Baptist F, Tcherkez G, Aubert S, Pontailler JY, Choler P, Nogués S - J. Exp. Bot. (2009)

Bottom Line: Furthermore, assimilates transferred to the roots were preferentially used for growth rather than respiration and tended to favour N reduction in this compartment.Accordingly, this species had higher (15)N uptake efficiency than KM and a higher translocation of reduced (15)N to aboveground organs.These results suggest that at the whole-plant level, there is a compromise between N acquisition/reduction and C allocation patterns for optimized growth.

View Article: PubMed Central - PubMed

Affiliation: Laboratoire d'Ecologie Alpine, UMR CNRS-UJF 5553, Université de Grenoble, BP 53, F-38041 Grenoble Cedex 09, France. florence.baptist@ujf-grenoble.fr

ABSTRACT
Intense efforts are currently devoted to disentangling the relationships between plant carbon (C) allocation patterns and soil nitrogen (N) availability because of their consequences for growth and more generally for C sequestration. In cold ecosystems, only a few studies have addressed whole-plant C and/or N allocation along natural elevational or topographical gradients. (12)C/(13)C and (14)N/(15)N isotope techniques have been used to elucidate C and N partitioning in two alpine graminoids characterized by contrasted nutrient economies: a slow-growing species, Kobresia myosuroides (KM), and a fast-growing species, Carex foetida (CF), located in early and late snowmelt habitats, respectively, within the alpine tundra (French Alps). CF allocated higher labelling-related (13)C content belowground and produced more root biomass.

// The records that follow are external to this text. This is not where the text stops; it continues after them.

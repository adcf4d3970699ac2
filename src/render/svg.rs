//! SVG 1.1 from a `Scene`, written by hand: framed axes with 1-2-5 ticks,
//! level curves (one `<path class="level">` each), orbits with arrows, one
//! `<g class="mark …">` per mark, the energy colour bar, the legend and a
//! caption line. Text stays text (escaped XML) in the bundled font's family.

use crate::numbers::{coordinate as num, tick as tick_label};
use crate::scene::{
    Arrow, CellRaster, Cloud, Curve, CurveRole, FONT_FAMILY, INK, MUTED, Mark, MarkRole,
    MarkerShape, MarkerStyle, PAPER, Rgb, Scene, Swatch, kind_name, nice_ticks,
};
use std::fmt::Write;

/// The figure's size in output pixels.
#[derive(Clone, Copy, Debug, PartialEq)]
pub struct FigureSize {
    pub width: u32,
    pub height: u32,
}

impl Default for FigureSize {
    fn default() -> Self {
        FigureSize {
            width: 1000,
            height: 750,
        }
    }
}

/// Smallest and largest accepted side in pixels.
pub const MIN_SIDE: u32 = 200;
pub const MAX_SIDE: u32 = 8000;

impl FigureSize {
    /// Parse `WxH` (e.g. `1600x1200`); the message says what is wrong.
    pub fn parse(text: &str) -> Result<FigureSize, String> {
        let t = text.trim();
        let (w, h) = t
            .split_once(['x', 'X', '×'])
            .ok_or_else(|| format!("size '{t}' is not WIDTHxHEIGHT (for example 1600x1200)"))?;
        let side = |s: &str, what: &str| -> Result<u32, String> {
            let v: u32 = s
                .trim()
                .parse()
                .map_err(|_| format!("size '{t}': {what} '{s}' is not a whole number of pixels"))?;
            if !(MIN_SIDE..=MAX_SIDE).contains(&v) {
                return Err(format!(
                    "size '{t}': {what} {v} is outside {MIN_SIDE}..={MAX_SIDE} pixels"
                ));
            }
            Ok(v)
        };
        Ok(FigureSize {
            width: side(w, "width")?,
            height: side(h, "height")?,
        })
    }
}

/// The reference canvas the layout is designed for; other sizes scale it uniformly.
const DESIGN_AREA: f64 = 900.0 * 675.0;
const TITLE_SIZE: f64 = 15.0;
const LABEL_SIZE: f64 = 13.0;
const TICK_SIZE: f64 = 11.0;
const CAPTION_SIZE: f64 = 11.0;
const TICK_LENGTH: f64 = 5.0;
/// Rough advance of one character of DejaVu Sans, in ems (for fitting text).
const CHAR_EM: f64 = 0.6;
/// Points closer than this on the page (logical units) are merged.
const MIN_STEP: f64 = 0.35;
const ARROW_LENGTH: f64 = 10.0;
/// Extra width of the casing drawn under an orbit.
const ORBIT_CASING: f64 = 2.6;
const ARROW_HALF_WIDTH: f64 = 4.2;

/// Where things go, in logical units.
struct Layout {
    width: f64,
    height: f64,
    left: f64,
    top: f64,
    right: f64,
    bottom: f64,
}

impl Layout {
    fn new(size: FigureSize, scene: &Scene) -> Layout {
        let w = f64::from(size.width);
        let h = f64::from(size.height);
        let scale = ((w * h) / DESIGN_AREA).sqrt().clamp(0.5, 4.0);
        let width = w / scale;
        let height = h / scale;
        let panel = if scene.colour_scale.is_some() || !scene.legend.is_empty() {
            150.0
        } else {
            28.0
        };
        Layout {
            width,
            height,
            left: 72.0,
            top: 46.0,
            right: width - panel,
            bottom: height - 70.0,
        }
    }

    fn px(&self, scene: &Scene, x: f64) -> f64 {
        self.left + (x - scene.x.min) / scene.x.span() * (self.right - self.left)
    }

    fn py(&self, scene: &Scene, y: f64) -> f64 {
        self.bottom - (y - scene.y.min) / scene.y.span() * (self.bottom - self.top)
    }
}

/// Escape text for XML content and attribute values.
pub fn escape(text: &str) -> String {
    let mut out = String::with_capacity(text.len());
    for c in text.chars() {
        match c {
            '&' => out.push_str("&amp;"),
            '<' => out.push_str("&lt;"),
            '>' => out.push_str("&gt;"),
            '"' => out.push_str("&quot;"),
            '\'' => out.push_str("&apos;"),
            c if (c as u32) < 0x20 && c != '\t' && c != '\n' && c != '\r' => out.push(' '),
            c => out.push(c),
        }
    }
    out
}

Furthermore, assimilates transferred to the roots were preferentially used for growth rather than respiration and tended to favour N reduction in this compartment. Accordingly, this species had higher (15)N uptake efficiency than KM and a higher translocation of reduced (15)N to aboveground organs. These results suggest that at the whole-plant level, there is a compromise between N acquisition/reduction and C allocation patterns for optimized growth.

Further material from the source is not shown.